Every line containing the word "lockAdministrators" is to be copied from the data below.

(Collected data)
»»

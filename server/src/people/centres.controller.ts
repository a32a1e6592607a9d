import { Body, Controller, Get, Post } from '@nestjs/common';
import {
  type Centre,
  centreListSchema,
  centreSchema,
  newCentreSchema,
} from '@weighhouse/shared/contracts/people';
import type { z } from 'zod';
import { Access } from '../platform/http/access.decorator.js';
import { type Actor, CurrentActor } from '../platform/http/actor.js';
import { Answers } from '../platform/http/answers.decorator.js';
import { CentresService } from './centres.service.js';

@Controller('api/centres')
export class CentresController {
  constructor(private readonly service: CentresService) {}

  @Get()
  @Access('people.list')
  @Answers(centreListSchema)
  async list(): Promise<{ items: Centre[] }> {
    return { items: await this.service.list() };
  }

  @Post()
  @Access('people.manage')
  @Answers(centreSchema, 201)
  add(
    @CurrentActor() actor: Actor,
    @Body({ schema: newCentreSchema }) input: z.infer<typeof newCentreSchema>,
  ): Promise<Centre> {
    return this.service.add(actor, input);
  }
}
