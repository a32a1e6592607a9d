import type { CookieOptions } from 'express';

/** The cookie that carries the session's token. */
export const sessionCookie = 'weighhouse_session';

export const absoluteLifeMs = 7 * 24 * 3_600_000;
export const idleLifeMs = 12 * 3_600_000;

/**
 * No script reads it and no other site's page sends it. A link in a letter still works for somebody signed in: the
 * page that it opens needs no cookie, and what that page then asks of the server comes from our own site.
 */
export const cookieOptions = (publicUrl: string): CookieOptions => ({
  httpOnly: true,
  sameSite: 'strict',
  secure: publicUrl.startsWith('https:'),
  path: '/',
});
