import { Injectable } from '@nestjs/common';
import type { ChangePerson, Person } from '@weighhouse/shared/contracts/people';
import type { EntityManager } from 'typeorm';
import { AuditLog } from '../platform/audit-log/audit-log.js';
import { Clock } from '../platform/clock/clock.js';
import { UnitOfWork, type Work } from '../platform/database/unit-of-work.js';
import { notReady, stale } from '../platform/errors/refusal.js';
import { AccessChangedEvent } from '../platform/events/case-events.js';
import type { Actor } from '../platform/http/actor.js';
import { CentreRow } from './centre.entity.js';
import { withdrawInvitations } from './issue-invitation.js';
import { PeopleList } from './people-list.js';
import { unknownCentre, writeRoles } from './person-register.js';
import { PersonRow } from './person.entity.js';
import { changeSentence } from './change-sentence.js';
import { SessionsService } from './sessions.service.js';

/** Changes people's entries; the guard has asked for the administrator's role. */
@Injectable()
export class ChangePeopleService {
  constructor(
    private readonly work: UnitOfWork,
    private readonly clock: Clock,
    private readonly people: PeopleList,
    private readonly sessions: SessionsService,
    private readonly audit: AuditLog,
  ) {}

  /**
   * Changes what is given. Deactivating signs the person out everywhere at once.
   * @throws Refusal stale with the entry as it stands; not-ready where nobody would be left to administer
   */
  change(actor: Actor, personId: string, input: ChangePerson): Promise<Person> {
    return this.work.run(async (work) => {
      const administrators = await lockAdministrators(work.em);
      const before = await this.people.forAdministrators(work.em, personId);
      if (before.version !== input.version) throw stale(before);
      const staysAdministrator =
        (input.active ?? before.active) === true && (input.roles ?? before.roles).includes('administrator');
      if (!staysAdministrator && administrators.length === 1 && administrators[0] === personId) {
        throw notReady([
          {
            path: input.active === false ? 'active' : 'roles',
            message: 'is the last active administrator; make another one first',
          },
        ]);
      }
      await this.write(work, before, input);
      await this.audit.record(work.em, {
        actorId: actor.id,
        action: input.active === false ? 'person.deactivated' : 'person.changed',
        sentence: changeSentence(before, input),
      });
      return this.people.forAdministrators(work.em, personId);
    });
  }

  private async write(work: Work, before: Person, input: ChangePerson): Promise<void> {
    const { em } = work;
    const { version, roles, ...columns } = input;
    if (columns.centreId !== undefined && !(await em.existsBy(CentreRow, { id: columns.centreId }))) {
      throw unknownCentre();
    }
    const written = await em.update(
      PersonRow,
      { id: before.id, version },
      { ...columns, version: version + 1 },
    );
    if (written.affected !== 1) throw stale(await this.people.forAdministrators(em, before.id));
    if (roles) await writeRoles(em, before.id, roles);
    if (input.active === false) {
      await withdrawInvitations(em, before.id, this.clock.now());
      await this.sessions.revokeAll(work, before.id);
    }
    if (input.active === false || roles) work.afterCommit(new AccessChangedEvent(before.id));
  }
}

/**
 * Ids of those who can administer, locked, so that the last two cannot deactivate each other at once.
 * Somebody who has not accepted an invitation yet cannot.
 */
async function lockAdministrators(em: EntityManager): Promise<string[]> {
  const rows = await em
    .createQueryBuilder(PersonRow, 'person')
    .innerJoin('person_role', 'held', "held.personId = person.id AND held.role = 'administrator'")
    .where('person.active = 1 AND person.accepted = 1')
    .orderBy('person.id')
    .setLock('pessimistic_write')
    .getMany();
  return rows.map((row) => row.id);
}
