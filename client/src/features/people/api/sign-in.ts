import { useMutation, useQueryClient } from '@tanstack/react-query';
import { meSchema, type SignIn } from '@weighhouse/shared/contracts/people';
import { request } from '../../../lib/api';
import { keepFor } from '../../../lib/kept';
import { liveConnection } from '../../../lib/live-connection';
import { decideSession } from '../../../lib/session';
import { meQuery } from './get-me';
import { leaveNothing } from './leave-nothing';

const signIn = (body: SignIn) => request('POST', '/api/session', { schema: meSchema, body, wait: false });

/** Signs in. What somebody else's session left in the cache goes; requests that waited for this person go on. */
export function useSignIn() {
  const client = useQueryClient();
  return useMutation({
    mutationFn: signIn,
    onSuccess: (me) => {
      const before = client.getQueryData(meQuery.queryKey);
      const same = before?.id === me.id;
      keepFor(me.id);
      if (!same) leaveNothing(client);
      client.setQueryData(meQuery.queryKey, me);
      decideSession(same);
      liveConnection.connectAgain();
    },
  });
}
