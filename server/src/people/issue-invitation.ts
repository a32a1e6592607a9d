import { createHash, randomBytes, randomUUID } from 'node:crypto';
import { type EntityManager, IsNull } from 'typeorm';
import { InvitationRow } from './invitation.entity.js';

const lifeMs = 7 * 24 * 3_600_000;

/** What is kept of a link's token: SHA-256, hexadecimal. The token has 256 random bits, so it needs no salt. */
export const hashOfToken = (token: string): string => createHash('sha256').update(token).digest('hex');

/**
 * Makes a person's single-use link, good for seven days; earlier ones stop working.
 * @returns the token, which is kept nowhere
 */
export async function issueInvitation(em: EntityManager, personId: string, now: Date): Promise<string> {
  await withdrawInvitations(em, personId, now);
  const token = randomBytes(32).toString('base64url');
  await em.insert(InvitationRow, {
    id: randomUUID(),
    personId,
    tokenHash: hashOfToken(token),
    createdAt: now,
    expiresAt: new Date(now.getTime() + lifeMs),
    usedAt: null,
    withdrawnAt: null,
  });
  return token;
}

export async function withdrawInvitations(em: EntityManager, personId: string, now: Date): Promise<void> {
  await em.update(InvitationRow, { personId, usedAt: IsNull(), withdrawnAt: IsNull() }, { withdrawnAt: now });
}

/** The page that an invitation's link opens. */
export const invitationLink = (publicUrl: string, token: string): string =>
  `${publicUrl}/invitation/${token}`;
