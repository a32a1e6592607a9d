import { useMutation, useQueryClient } from '@tanstack/react-query';
import { type JudgePrior, savedJudgementSchema } from '@weighhouse/shared/contracts/judgements';
import { isApiError, put } from '../../../lib/api';
import { refreshDifferential, takeOwnVersion } from './refresh-differential';

/** Saves one's own prior as a new version. */
export function useSavePrior(caseId: string) {
  const client = useQueryClient();
  return useMutation({
    mutationFn: (body: JudgePrior) => put(`/api/cases/${caseId}/judgement/prior`, savedJudgementSchema, body),
    onSuccess: ({ version }) => {
      takeOwnVersion(client, caseId, version);
      return refreshDifferential(client, caseId);
    },
    // What is new has to be on the screen before anybody can choose.
    onError: (error) => (isApiError(error, 'stale') ? refreshDifferential(client, caseId) : undefined),
  });
}
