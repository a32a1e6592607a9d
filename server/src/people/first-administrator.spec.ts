import { describe, expect, it } from 'vitest';
import { codeFor } from './first-administrator.js';

describe('codeFor', () => {
  it.each([
    ['Quillhaven University Hospital', [], 'QUH'],
    ['Saltmarsh', [], 'SALTMA'],
    ['Clínica Ría de Vigo', [], 'CRDV'],
    ['a b c d e f g h', [], 'ABCDEF'],
    ['Quillhaven University Hospital', ['quh'], 'QUH2'],
    ['Quillhaven University Hospital', ['QUH', 'QUH2'], 'QUH3'],
    ['???', [], 'CENTRE'],
  ])('makes of %s beside %j %s', (name, taken, expected) => {
    expect(codeFor(name, taken)).toBe(expected);
  });
});
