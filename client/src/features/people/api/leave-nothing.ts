import type { QueryClient } from '@tanstack/react-query';
import { meQuery } from './get-me';

/**
 * Drops everything that was read for somebody. Who is signed in stays a query of its own, because the page on the
 * screen watches it: a cleared cache would leave it watching something that nobody changes any more.
 */
export function leaveNothing(client: QueryClient): void {
  client.removeQueries({ predicate: ({ queryKey }) => queryKey[0] !== meQuery.queryKey[0] });
}
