import { randomUUID } from 'node:crypto';
import { Injectable } from '@nestjs/common';
import type { Centre } from '@weighhouse/shared/contracts/people';
import { DataSource, type EntityManager } from 'typeorm';
import { AuditLog } from '../platform/audit-log/audit-log.js';
import { Clock } from '../platform/clock/clock.js';
import { UnitOfWork } from '../platform/database/unit-of-work.js';
import { Refusal } from '../platform/errors/refusal.js';
import type { Actor } from '../platform/http/actor.js';
import { CentreRow } from './centre.entity.js';
import { isDuplicate } from './person-register.js';

/** The hospitals, clinics and practices of the network. */
@Injectable()
export class CentresService {
  constructor(
    private readonly source: DataSource,
    private readonly clock: Clock,
    private readonly work: UnitOfWork,
    private readonly audit: AuditLog,
  ) {}

  list(): Promise<Centre[]> {
    return this.source.manager.find(CentreRow, { order: { name: 'ASC' } });
  }

  /** The guard has asked for the administrator's role. @throws Refusal duplicate for a code that is taken */
  add(actor: Actor, input: { code: string; name: string }): Promise<Centre> {
    return this.work.run(async ({ em }) => {
      const centre = await insertCentre(em, input, this.clock.now());
      await this.audit.record(em, {
        actorId: actor.id,
        action: 'centre.added',
        sentence: `added the centre ${input.name}`,
      });
      return centre;
    });
  }
}

/** @throws Refusal duplicate for a code that is taken */
export async function insertCentre(
  em: EntityManager,
  input: { code: string; name: string },
  now: Date,
): Promise<Centre> {
  const centre = { id: randomUUID(), code: input.code, name: input.name };
  await em.insert(CentreRow, { ...centre, createdAt: now }).catch((error: unknown) => {
    throw isDuplicate(error) ? new Refusal('duplicate', 'A centre with this code is there already.') : error;
  });
  return centre;
}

««

Result of the exercise –
      const administrators = await lockAdministrators(work.em);
async function lockAdministrators(em: EntityManager): Promise<string[]> {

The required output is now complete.